Assignment —
Reproduce all records below exactly.

Input —
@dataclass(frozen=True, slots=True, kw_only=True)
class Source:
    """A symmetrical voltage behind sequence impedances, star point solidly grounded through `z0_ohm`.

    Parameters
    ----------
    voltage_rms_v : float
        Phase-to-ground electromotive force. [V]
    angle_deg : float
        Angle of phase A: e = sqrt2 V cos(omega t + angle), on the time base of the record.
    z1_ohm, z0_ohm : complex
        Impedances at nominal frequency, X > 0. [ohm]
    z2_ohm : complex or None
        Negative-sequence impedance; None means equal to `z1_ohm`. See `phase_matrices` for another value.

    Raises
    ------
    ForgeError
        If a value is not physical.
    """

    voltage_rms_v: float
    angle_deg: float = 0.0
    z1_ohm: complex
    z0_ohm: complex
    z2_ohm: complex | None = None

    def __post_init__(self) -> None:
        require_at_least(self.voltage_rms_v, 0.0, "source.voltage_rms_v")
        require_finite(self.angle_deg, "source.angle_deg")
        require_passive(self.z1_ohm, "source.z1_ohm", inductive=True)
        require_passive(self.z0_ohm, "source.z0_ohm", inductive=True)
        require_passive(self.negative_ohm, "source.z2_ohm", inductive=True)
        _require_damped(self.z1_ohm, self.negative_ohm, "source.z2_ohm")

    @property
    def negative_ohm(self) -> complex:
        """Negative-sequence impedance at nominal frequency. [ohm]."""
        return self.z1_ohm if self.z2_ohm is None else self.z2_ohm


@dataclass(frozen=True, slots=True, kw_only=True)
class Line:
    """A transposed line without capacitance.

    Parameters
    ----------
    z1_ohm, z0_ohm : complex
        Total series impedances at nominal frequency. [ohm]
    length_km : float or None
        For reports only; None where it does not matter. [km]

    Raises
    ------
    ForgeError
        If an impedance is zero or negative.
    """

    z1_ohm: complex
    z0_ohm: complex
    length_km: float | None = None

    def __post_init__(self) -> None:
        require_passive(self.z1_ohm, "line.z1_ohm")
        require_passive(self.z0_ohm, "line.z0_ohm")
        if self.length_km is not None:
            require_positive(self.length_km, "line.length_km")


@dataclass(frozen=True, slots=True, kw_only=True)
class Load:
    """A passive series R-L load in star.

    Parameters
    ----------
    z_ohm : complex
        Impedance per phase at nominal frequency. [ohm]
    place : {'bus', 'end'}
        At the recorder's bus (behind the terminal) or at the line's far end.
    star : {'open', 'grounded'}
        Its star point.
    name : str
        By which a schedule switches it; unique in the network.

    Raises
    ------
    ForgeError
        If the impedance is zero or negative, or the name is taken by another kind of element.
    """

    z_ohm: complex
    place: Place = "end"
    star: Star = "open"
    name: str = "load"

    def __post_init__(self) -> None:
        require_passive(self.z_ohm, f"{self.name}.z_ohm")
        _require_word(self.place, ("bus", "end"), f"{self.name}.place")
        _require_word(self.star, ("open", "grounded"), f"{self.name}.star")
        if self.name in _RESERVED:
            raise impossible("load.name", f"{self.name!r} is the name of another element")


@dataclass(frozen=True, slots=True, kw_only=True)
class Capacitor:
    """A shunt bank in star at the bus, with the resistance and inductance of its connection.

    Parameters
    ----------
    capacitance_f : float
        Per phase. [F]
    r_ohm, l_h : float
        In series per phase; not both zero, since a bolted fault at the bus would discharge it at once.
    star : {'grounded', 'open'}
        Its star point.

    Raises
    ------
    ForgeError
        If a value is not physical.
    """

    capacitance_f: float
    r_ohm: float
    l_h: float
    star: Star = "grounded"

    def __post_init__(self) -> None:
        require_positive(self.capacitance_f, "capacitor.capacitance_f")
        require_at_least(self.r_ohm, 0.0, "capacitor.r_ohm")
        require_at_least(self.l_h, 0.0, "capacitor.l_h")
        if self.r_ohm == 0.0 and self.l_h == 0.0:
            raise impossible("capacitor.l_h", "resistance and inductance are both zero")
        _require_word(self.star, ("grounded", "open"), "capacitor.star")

Answer to the problem —
@dataclass(frozen=True, slots=True, kw_only=True)
class Source:
    """A symmetrical voltage behind sequence impedances, star point solidly grounded through `z0_ohm`.

    Parameters
    ----------
    voltage_rms_v : float
        Phase-to-ground electromotive force. [V]
    angle_deg : float
        Angle of phase A: e = sqrt2 V cos(omega t + angle), on the time base of the record.
    z1_ohm, z0_ohm : complex
        Impedances at nominal frequency, X > 0. [ohm]
    z2_ohm : complex or None
        Negative-sequence impedance; None means equal to `z1_ohm`. See `phase_matrices` for another value.

    Raises
    ------
    ForgeError
        If a value is not physical.
    """

    voltage_rms_v: float
    angle_deg: float = 0.0
    z1_ohm: complex
    z0_ohm: complex
    z2_ohm: complex | None = None

    def __post_init__(self) -> None:
        require_at_least(self.voltage_rms_v, 0.0, "source.voltage_rms_v")
        require_finite(self.angle_deg, "source.angle_deg")
        require_passive(self.z1_ohm, "source.z1_ohm", inductive=True)
        require_passive(self.z0_ohm, "source.z0_ohm", inductive=True)
        require_passive(self.negative_ohm, "source.z2_ohm", inductive=True)
        _require_damped(self.z1_ohm, self.negative_ohm, "source.z2_ohm")

    @property
    def negative_ohm(self) -> complex:
        """Negative-sequence impedance at nominal frequency. [ohm]."""
        return self.z1_ohm if self.z2_ohm is None else self.z2_ohm


@dataclass(frozen=True, slots=True, kw_only=True)
class Line:
    """A transposed line without capacitance.

    Parameters
    ----------
    z1_ohm, z0_ohm : complex
        Total series impedances at nominal frequency. [ohm]
    length_km : float or None
        For reports only; None where it does not matter. [km]

    Raises
    ------
    ForgeError
        If an impedance is zero or negative.
    """

    z1_ohm: complex
    z0_ohm: complex
    length_km: float | None = None

    def __post_init__(self) -> None:
        require_passive(self.z1_ohm, "line.z1_ohm")
        require_passive(self.z0_ohm, "line.z0_ohm")
        if self.length_km is not None:
            require_positive(self.length_km, "line.length_km")


@dataclass(frozen=True, slots=True, kw_only=True)
class Load:
    """A passive series R-L load in star.

    Parameters
    ----------
    z_ohm : complex
        Impedance per phase at nominal frequency. [ohm]
    place : {'bus', 'end'}
        At the recorder's bus (behind the terminal) or at the line's far end.
    star : {'open', 'grounded'}
        Its star point.
    name : str
        By which a schedule switches it; unique in the network.

    Raises
    ------
    ForgeError
        If the impedance is zero or negative, or the name is taken by another kind of element.
    """

    z_ohm: complex
    place: Place = "end"
    star: Star = "open"
    name: str = "load"

    def __post_init__(self) -> None:
        require_passive(self.z_ohm, f"{self.name}.z_ohm")
        _require_word(self.place, ("bus", "end"), f"{self.name}.place")
        _require_word(self.star, ("open", "grounded"), f"{self.name}.star")
        if self.name in _RESERVED:
            raise impossible("load.name", f"{self.name!r} is the name of another element")


@dataclass(frozen=True, slots=True, kw_only=True)
class Capacitor:
    """A shunt bank in star at the bus, with the resistance and inductance of its connection.

    Parameters
    ----------
    capacitance_f : float
        Per phase. [F]
    r_ohm, l_h : float
        In series per phase; not both zero, since a bolted fault at the bus would discharge it at once.
    star : {'grounded', 'open'}
        Its star point.

    Raises
    ------
    ForgeError
        If a value is not physical.
    """

    capacitance_f: float
    r_ohm: float
    l_h: float
    star: Star = "grounded"

    def __post_init__(self) -> None:
        require_positive(self.capacitance_f, "capacitor.capacitance_f")
        require_at_least(self.r_ohm, 0.0, "capacitor.r_ohm")
        require_at_least(self.l_h, 0.0, "capacitor.l_h")
        if self.r_ohm == 0.0 and self.l_h == 0.0:
            raise impossible("capacitor.l_h", "resistance and inductance are both zero")
        _require_word(self.star, ("grounded", "open"), "capacitor.star")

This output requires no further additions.